Abandoned, abused, and suicidal: Nina Simone’s daughter reveals abuse at hands of her mother

 

By ALEXANDRA KLAUSNER FOR DAILYMAIL.COM

She was known as the high priestess of soul, but the late American singer Nina Simone, adored for her hits of the Fifties and Sixties such as My Baby Just Cares For Me, Don’t Let Me Be Misunderstood and I Put a Spell on You, was a deeply troubled woman.

In the documentary What Happened, Miss Simone, Director Liz Garbus highlights an account of the singer’s daughter Lisa, now 52, who claims to have suffered abuse at the hands of her mother who died in 2003 when she was 70-years-old.

The documentary, which will air on Netflix on June 26, reveals Lisa’s perspective of her mother and father’s tumultuous family relationship, especially after the pair divorced.

Lisa’s mother moved away and left her with family friends only to return one year later with a new kind of rage.

‘In Nina’s autobiography she talks about the violence with her husband, so I did know about that — but that Lisa also was abused by Nina and by her father was not something I had known. But the first time I met Lisa I felt it,’ Academy Award nominated Garbus told The Hollywood Reporter.

Lisa Simone, a singer and actress, recounts growing up in her mother’s famous shadow.

Despite being a respected singer of jazz, blues, folk, R&B, gospel, and pop, in addition to being a civil rights activist, Nina Simone suffered from serious bipolar disorder, said her daughter.

Lisa would sometimes stay with family friends but when she was forced to stay with her mother she claims she was severely beaten and abused and sometimes even contemplated suicide.

‘I went from living with them to living with her … and I could never do anything right,’ Lisa says of being reunited with her mother a year after Nina left her under the care of others.

‘She went from being my comfort to the monster in my life. Now she was the person that was doing the beating, and she was beating me.’

Lisa says the abuse at the hands of her mother became so terrible she flew to New York at the age of 14 to go live with her father.

‘Times got really bad to the point where I thought about committing suicide,’ Lisa says.

‘So when I was 14 I flew to New York and I wound up living with my dad and I never went back.’

The New York Daily News reports that the film has several other gems such as rare performances, handwritten notes, and personal audio recordings.

Lisa says she hopes that sharing her story will help her heal from her years of abuse.

‘The elders say “the truth shall set you free,”‘ she says of revealing her struggles.

‘It never occurred to me to do anything but reveal the truth of our lives as we lived it.’

‘While mom has her story, I, too, have my own,’ she says in the film.

‘Often we think we have healed a great many things until we are faced with certain aspects of our lives head on,’ she said.

This is not the first time Lisa has spoken out about her famous mother.
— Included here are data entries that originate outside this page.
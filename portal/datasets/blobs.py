"""Content-addressed blob storage: a file is kept once under its sha256, written atomically."""

import hashlib
import io
import os
import shutil
import tempfile
from pathlib import Path

from django.conf import settings

CHUNK_BYTES = 1024 * 1024


def blob_path(sha256):
    if len(sha256) != 64 or any(c not in "0123456789abcdef" for c in sha256):
        raise ValueError(f"not a sha256 hex digest: {sha256!r}")
    return Path(settings.BLOB_ROOT) / sha256[:2] / sha256[2:4] / sha256


def hash_stream(stream, sink=None):
    """sha256 and size of a stream read in chunks, copying to ``sink`` if given."""
    digest = hashlib.sha256()
    size = 0
    while chunk := stream.read(CHUNK_BYTES):
        digest.update(chunk)
        size += len(chunk)
        if sink is not None:
            sink.write(chunk)
    return digest.hexdigest(), size


def put_stream(stream):
    """Store a stream as a blob; returns (sha256, size). The same content is stored once."""
    root = Path(settings.BLOB_ROOT)
    root.mkdir(parents=True, exist_ok=True)
    fd, tmp = tempfile.mkstemp(dir=root, prefix=".incoming-")
    try:
        with os.fdopen(fd, "wb") as sink:
            sha256, size = hash_stream(stream, sink)
            sink.flush()
            os.fsync(sink.fileno())
        target = blob_path(sha256)
        if target.exists():
            os.unlink(tmp)
        else:
            target.parent.mkdir(parents=True, exist_ok=True)
            os.replace(tmp, target)
            target.chmod(0o444)
    except BaseException:
        if os.path.exists(tmp):
            os.unlink(tmp)
        raise
    return sha256, size


def put_bytes(data):
    """Store bytes as a blob; returns (sha256, size)."""
    return put_stream(io.BytesIO(data))


def file_sha256(path):
    with open(path, "rb") as stream:
        return hash_stream(stream)[0]


def adopt_file(path):
    """Store a file that may be consumed (a freshly unpacked upload): it is moved into the
    store, not copied, when it lies on the same disk. Returns (sha256, size)."""
    path = Path(path)
    with open(path, "rb") as stream:
        sha256, size = hash_stream(stream)
    target = blob_path(sha256)
    if target.exists():
        path.unlink()
        return sha256, size
    target.parent.mkdir(parents=True, exist_ok=True)
    try:
        os.replace(path, target)
    except OSError:  # another disk: copy instead
        with open(path, "rb") as stream:
            put_stream(stream)
        path.unlink()
        return sha256, size
    target.chmod(0o444)
    return sha256, size


def put_file(path):
    with open(path, "rb") as stream:
        return put_stream(stream)


def open_blob(sha256):
    return open(blob_path(sha256), "rb")


def copy_blob_to(sha256, destination):
    destination = Path(destination)
    destination.parent.mkdir(parents=True, exist_ok=True)
    shutil.copyfile(blob_path(sha256), destination)
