"""Content-addressed blob storage: a file is kept once under its sha256, written atomically.

A blob appears under its final name only when it is whole. A full disk (or an exhausted
quota) is reported as ``StorageFull``, with the half-written temporary file removed.
"""

import contextlib
import errno
import hashlib
import io
import os
import shutil
import tempfile
from pathlib import Path

from django.conf import settings

from portal.jobs.services import JobError

CHUNK_BYTES = 1024 * 1024

#: errno values of a full disk or an exhausted quota.
FULL_ERRNOS = (errno.ENOSPC, errno.EDQUOT)


class StorageFull(JobError):
    """The blob store (or the staging disk) has no room left; an operator has to free space."""

    def __init__(self, what, reason):
        super().__init__(f"storage full: {reason} while {what}. Ask an operator to free space, "
                         "then run it again")
        self.what = what
        self.reason = reason


@contextlib.contextmanager
def storage_errors(what):
    """Turn a full disk met while doing ``what`` into StorageFull; other errors pass."""
    try:
        yield
    except OSError as exc:
        if exc.errno not in FULL_ERRNOS:
            raise
        raise StorageFull(what, os.strerror(exc.errno).lower()) from exc


def blob_path(sha256):
    if len(sha256) != 64 or any(c not in "0123456789abcdef" for c in sha256):
        raise ValueError(f"not a sha256 hex digest: {sha256!r}")
    return Path(settings.BLOB_ROOT) / sha256[:2] / sha256[2:4] / sha256


def hash_stream(stream, sink=None):
    """sha256 and size of a stream read in chunks, copying to ``sink`` if given."""
    digest = hashlib.sha256()
    size = 0
    while chunk := stream.read(CHUNK_BYTES):
        digest.update(chunk)
        size += len(chunk)
        if sink is not None:
            sink.write(chunk)
    return digest.hexdigest(), size


def _incoming(root):
    """A new temporary file in the store: (its path, the file open for writing)."""
    fd, tmp = tempfile.mkstemp(dir=root, prefix=".incoming-")
    return tmp, os.fdopen(fd, "wb")


def put_stream(stream):
    """Store a stream as a blob; returns (sha256, size). The same content is stored once."""
    root = Path(settings.BLOB_ROOT)
    tmp = None
    try:
        with storage_errors("writing a file into the blob store"):
            root.mkdir(parents=True, exist_ok=True)
            tmp, sink = _incoming(root)
            with sink:
                sha256, size = hash_stream(stream, sink)
                sink.flush()
                os.fsync(sink.fileno())
            target = blob_path(sha256)
            if target.exists():
                os.unlink(tmp)
            else:
                target.parent.mkdir(parents=True, exist_ok=True)
                os.replace(tmp, target)
                target.chmod(0o444)
    except BaseException:
        if tmp is not None and os.path.exists(tmp):
            os.unlink(tmp)
        raise
    return sha256, size


def put_bytes(data):
    """Store bytes as a blob; returns (sha256, size)."""
    return put_stream(io.BytesIO(data))


def file_sha256(path):
    with open(path, "rb") as stream:
        return hash_stream(stream)[0]


def _move(source, target):
    """Rename ``source`` to ``target``; False when they lie on different file systems."""
    try:
        os.replace(source, target)
    except OSError as exc:
        if exc.errno == errno.EXDEV:
            return False
        raise
    return True


def adopt_file(path):
    """Store a file that may be consumed (a freshly unpacked upload): it is moved into the
    store, not copied, when it lies on the same disk. Returns (sha256, size)."""
    path = Path(path)
    with open(path, "rb") as stream:
        sha256, size = hash_stream(stream)
    target = blob_path(sha256)
    if target.exists():
        path.unlink()
        return sha256, size
    with storage_errors("moving a file into the blob store"):
        target.parent.mkdir(parents=True, exist_ok=True)
        moved = _move(path, target)
    if not moved:  # another disk: copy instead
        with open(path, "rb") as stream:
            put_stream(stream)
        path.unlink()
        return sha256, size
    target.chmod(0o444)
    return sha256, size


def put_file(path):
    with open(path, "rb") as stream:
        return put_stream(stream)


def open_blob(sha256):
    return open(blob_path(sha256), "rb")


def copy_blob_to(sha256, destination):
    destination = Path(destination)
    destination.parent.mkdir(parents=True, exist_ok=True)
    shutil.copyfile(blob_path(sha256), destination)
She gave a heartwrenching interview with the Mail on Sunday’s Event Magazine last July.

‘My mother could be a monster,’ Lisa told Event Magazine last year.

‘I was not a happy child when I was alone with her.

‘My mom shot me down a lot, attacked me in public. It is easy to attack children, they are small and depend on you.’

Nina’s death in 2003, aged 70, unleashed family resentments and a battle in courts across America over her multi-million-pound estate.

‘Ugly truths have come out and relationships have died because people treated me as a commodity,’ Lisa tells me.

‘Too many people had ulterior motives.’

Throughout her life Lisa, a professional singer and musician, was dragged across the world by her mother.

When she complained or refused, she was blackmailed and beaten. It is a mark of her erratic and peripatetic life that she had 13 governesses by the age of seven, was working at ten and was her mother’s chauffeur by 12.

She walked out at 14 after a beating.

Nina refused to support her career in the U.S. Air Force or her entry into music, and disinherited Lisa from her will.

‘I’d like to think if she had taken two seconds to think about her behaviour she would have done things differently but I’m not sure.

‘My mother was angry with the world and often the only person around to blame was me.

‘When my parents were together my mother was more giving and open but with the divorce she turned into someone you didn’t want to know.

‘I had nothing to do with my father before his death.’

That father, Andy Stroud, who Nina married in 1961, died in 2012.

A former detective, he was a muscular, handsome but violent man who set himself up as Nina’s manager in the Sixties and kept her ‘in line’ with vicious beatings.